━━━ DATA EXTRACTS ━━━

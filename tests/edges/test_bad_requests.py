"""Requests that cannot be served: one line that says what, where and what would do; exit 2; nothing written."""

import json
import subprocess
import sys

import numpy as np
import pytest

from rxchain.cli.main import main


@pytest.fixture(scope="module")
def recording(tmp_path_factory):
    """Half a second of one carrier on 1 MHz."""
    folder = tmp_path_factory.mktemp("recording")
    iq = 0.5 * np.exp(2j * np.pi * 100.0 * np.arange(24_000) / 48_000.0)
    (folder / "one.cf32").write_bytes(iq.astype("<c8").tobytes())
    meta = {
        "global": {"core:datatype": "cf32_le", "core:sample_rate": 48_000.0, "core:version": "1.0.0"},
        "captures": [{"core:sample_start": 0, "core:frequency": 1e6}],
        "annotations": [],
    }
    (folder / "one.sigmf-data").write_bytes(iq.astype("<c8").tobytes())
    (folder / "one.sigmf-meta").write_text(json.dumps(meta))
    return folder / "one.sigmf-meta"


BAD_CHANNELS = {
    "": "a channel is FREQUENCY EMISSION",
    "1MHz": "a channel is FREQUENCY EMISSION",
    "1MHz FM": "not an emission known here",
    "1 A3E": "a frequency is a number with its unit",
    "nanMHz A3E": "a frequency is a number with its unit",
    "2MHz A3E": "the capture reaches from 976kHz to 1.024MHz",
    "1MHz A3E audio=2700-300Hz": "the lower edge must lie under the upper",
    "1MHz A3E audio=1-3000Hz": "at least 20 Hz",
    "1MHz A3E audio=100-90000Hz": "the upper edge must be at most",
    "1MHz A3E detector=magic": "one of auto, envelope, rectifier, coherent",
    "1MHz J3E-USB detector=envelope": "cannot serve J3E-USB",
    "1MHz J3E-USB sideband=upper": "has no choice of sidebands",
    "1MHz A3E sideband=upper detector=envelope": "needs the coherent detector",
    "1MHz A3E vestige=1kHz": "has no vestige",
    "1MHz C3E-USB vestige=9kHz": "must lie between",
    "1MHz C3E-USB slope=steep": "one of sent, received",
    "1MHz C3E-USB transmit_response=nowhere.txt": "a text file of lines",
    "1MHz A1A beat=9kHz": "must lie between 100 Hz and 3 kHz",
    "1MHz A3E beat=700Hz": "has no beat note",
    "1MHz A3E align=+35Hz": "is not tuned by hand",
    "1MHz J3E-USB align=35Hz": "a shift with its sign",
    "1MHz A3E name=../x": "a name is up to 64 letters",
    "1MHz A3E name=.hidden": "a name is up to 64 letters",
    "1MHz A3E agc=loud": "auto, off, or a level in dB",
    "1MHz A3E squelch=7": "auto, off, or a level in dB",
    "1MHz A3E notch=9kHz": "must lie within the message",
    "1MHz A3E blanker=1dB": "between 6dB and 60dB",
    "1MHz J3E-USB deemphasis=nrsc": "is for broadcasts",
    "1MHz A3E colour=red": "not a key of a channel",
    "1MHz A3E name=a name=b": "name is given twice",
    "1MHz A3E rubbish": "is not key=value",
}


def refused(capsys, arguments):
    """Runs a command that must be refused; its one line."""
    status = main(arguments)
    output = capsys.readouterr()
    assert status == 2
    assert output.err.count("\n") == 1
    assert "Traceback" not in output.err
    return output.err


@pytest.mark.parametrize("text", BAD_CHANNELS)
def test_bad_channels(capsys, recording, tmp_path, text):
    out = tmp_path / "out"
    line = refused(capsys, ["receive", str(recording), "--channel", text, "--out", str(out)])
    assert BAD_CHANNELS[text] in line
    assert not out.exists()


def test_two_channels_of_one_name(capsys, recording):
    line = refused(capsys, ["receive", str(recording), "--channel", "1MHz A3E name=x", "--channel", "1MHz A3E name=X"])
    assert "two channels of one run have this name" in line


def test_no_channel_at_all(capsys, recording):
    assert "there is nothing to receive" in refused(capsys, ["receive", str(recording)])


@pytest.mark.parametrize(
    ("source", "rule"),
    [
        ("nowhere.sigmf-meta", "no such file"),
        ("nowhere.wav", "does not tell its centre"),
        ("nowhere.cu8", "a raw file does not tell its rate"),
        ("picture.png", "not a source known here"),
        ("nowhere.toml", "no such file"),
        (".", "not a source known here"),
    ],
)
def test_bad_sources(capsys, source, rule):
    assert rule in refused(capsys, ["receive", source, "--channel", "1MHz A3E"])


@pytest.mark.parametrize(
    ("options", "rule"),
    [
        (["--rate", "48"], "a frequency is a number with its unit"),
        (["--rate", "48kHz"], "a SigMF recording tells its own"),
        (["--capture", "x"], "must be a whole number"),
        (["--capture", "7"], "has captures 0 to 0"),
        (["--gain", "20"], "is for receivers"),
        (["--volume", "-6"], "is for listening; add --listen"),
        (["--output", "1"], "is for listening; add --listen"),
        (["--listen", "--pace", "fast"], "goes at its own pace"),
        (["--listen", "--volume", "loud"], "must be a number of dB"),
        (["--listen", "--volume", "6"], "must lie between -80 and 0 dB"),
        (["--listen", "nobody"], "no channel is named 'nobody'"),
        (["--listen", "a/b/c"], "there are two ears"),
    ],
)
def test_bad_options(capsys, recording, options, rule):
    assert rule in refused(capsys, ["receive", str(recording), "--channel", "1MHz A3E", *options])


def test_out_that_is_no_folder(capsys, recording):
    line = refused(capsys, ["receive", str(recording), "--channel", "1MHz A3E", "--out", str(recording)])
    assert "not a folder that can be made" in line


@pytest.mark.parametrize(
    ("text", "rule"),
    [
        ("[[channel", "not a readable TOML file"),
        ("[source]\npath = 'x.cu8'", "at least one [[channel]]"),
        ("[[channel]]\nfrequency = '1MHz'\nemission = 'A3E'", "one [source] table"),
        ("[source]\npath = 'a'\nreceiver = 'b'\n[[channel]]\nfrequency='1MHz'\nemission='A3E'", "needs either path"),
        ("[source]\npath = 'a'\n[[channel]]\nfrequency='1MHz'\nemission='A3'", "channel 1: emission=A3"),
        ("[source]\npath = 'a'\n[[channel]]\nemission='A3E'", "channel 1: channel="),
        ("[tuner]\n", "not a table of a station file"),
    ],
)
def test_bad_station_files(capsys, tmp_path, text, rule):
    path = tmp_path / "station.toml"
    path.write_text(text)
    line = refused(capsys, ["receive", str(path)])
    assert rule in line
    assert str(path) in line


@pytest.mark.parametrize(
    ("text", "rule"),
    [
        ("", "one [capture] table"),
        ("[capture]\nrate='48kHz'\ncentre='1MHz'\nseconds=-1", "seconds=-1"),
        ("[capture]\nrate='48kHz'\ncentre='1MHz'\nseconds=1\nloud=1", "not a key here"),
        ("[capture]\nrate='48kHz'\ncentre='1MHz'\nseconds=1e6", "must be a number"),
        (
            "[capture]\nrate='48kHz'\ncentre='1MHz'\nseconds=1\n[[emission]]\nname='a'\nemission='A3E'\n"
            "frequency='5MHz'\nlevel_dbfs=-20\nmessage={kind='silence'}",
            "lies outside the capture",
        ),
        (
            "[capture]\nrate='48kHz'\ncentre='1MHz'\nseconds=1\n[[emission]]\nname='a'\nemission='QAM'\n"
            "frequency='1MHz'\nlevel_dbfs=-20\nmessage={kind='silence'}",
            "QAM carries 2",
        ),
    ],
)
def test_bad_scenes(capsys, tmp_path, text, rule):
    path = tmp_path / "scene.toml"
    path.write_text(text)
    line = refused(capsys, ["synthesize", str(path), str(tmp_path / "out")])
    assert rule in line
    assert not (tmp_path / "out.sigmf-data").exists()


@pytest.mark.parametrize(
    "arguments", [["frobnicate"], [], ["receive"], ["receive", "--loud", "x"], ["survey", "x.cu8"]]
)
def test_usage(capsys, arguments):
    with pytest.raises(SystemExit) as exit_:
        main(arguments)
    assert exit_.value.code == 2
    assert capsys.readouterr().err.count("\n") == 1


def test_help_needs_none_of_the_heavy_libraries():
    """What makes ``--help`` quick is what it does not import; counted instead of timed."""
    code = "import sys; from rxchain.cli.main import main\ntry: main(['--help'])\nexcept SystemExit: pass\n" + (
        "heavy = {'numpy', 'scipy', 'rich', 'soundfile', 'sigmf', 'rtlsdr'} & set(sys.modules); assert not heavy, heavy"
    )
    subprocess.run([sys.executable, "-c", code], check=True, capture_output=True)


def test_the_receiver_never_imports_the_slow_signal_library():
    code = (
        "import sys; import rxchain.cli.reception; from rxchain.chain.channel_settings import channel_from_text\n"
        "assert 'scipy.signal' not in sys.modules and 'scipy.stats' not in sys.modules"
    )
    subprocess.run([sys.executable, "-c", code], check=True, capture_output=True)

━━━

DESCRIPTION OF THE TASK
Copy out the lines above word for word, stopping after the line containing "not tuned by".

RESULT OF THE TASK
filename tests/edges/test_bad_requests.py
"""Requests that cannot be served: one line that says what, where and what would do; exit 2; nothing written."""

import json
import subprocess
import sys

import numpy as np
import pytest

from rxchain.cli.main import main


@pytest.fixture(scope="module")
def recording(tmp_path_factory):
    """Half a second of one carrier on 1 MHz."""
    folder = tmp_path_factory.mktemp("recording")
    iq = 0.5 * np.exp(2j * np.pi * 100.0 * np.arange(24_000) / 48_000.0)
    (folder / "one.cf32").write_bytes(iq.astype("<c8").tobytes())
    meta = {
        "global": {"core:datatype": "cf32_le", "core:sample_rate": 48_000.0, "core:version": "1.0.0"},
        "captures": [{"core:sample_start": 0, "core:frequency": 1e6}],
        "annotations": [],
    }
    (folder / "one.sigmf-data").write_bytes(iq.astype("<c8").tobytes())
    (folder / "one.sigmf-meta").write_text(json.dumps(meta))
    return folder / "one.sigmf-meta"


BAD_CHANNELS = {
    "": "a channel is FREQUENCY EMISSION",
    "1MHz": "a channel is FREQUENCY EMISSION",
    "1MHz FM": "not an emission known here",
    "1 A3E": "a frequency is a number with its unit",
    "nanMHz A3E": "a frequency is a number with its unit",
    "2MHz A3E": "the capture reaches from 976kHz to 1.024MHz",
    "1MHz A3E audio=2700-300Hz": "the lower edge must lie under the upper",
    "1MHz A3E audio=1-3000Hz": "at least 20 Hz",
    "1MHz A3E audio=100-90000Hz": "the upper edge must be at most",
    "1MHz A3E detector=magic": "one of auto, envelope, rectifier, coherent",
    "1MHz J3E-USB detector=envelope": "cannot serve J3E-USB",
    "1MHz J3E-USB sideband=upper": "has no choice of sidebands",
    "1MHz A3E sideband=upper detector=envelope": "needs the coherent detector",
    "1MHz A3E vestige=1kHz": "has no vestige",
    "1MHz C3E-USB vestige=9kHz": "must lie between",
    "1MHz C3E-USB slope=steep": "one of sent, received",
    "1MHz C3E-USB transmit_response=nowhere.txt": "a text file of lines",
    "1MHz A1A beat=9kHz": "must lie between 100 Hz and 3 kHz",
    "1MHz A3E beat=700Hz": "has no beat note",
    "1MHz A3E align=+35Hz": "is not tuned by hand",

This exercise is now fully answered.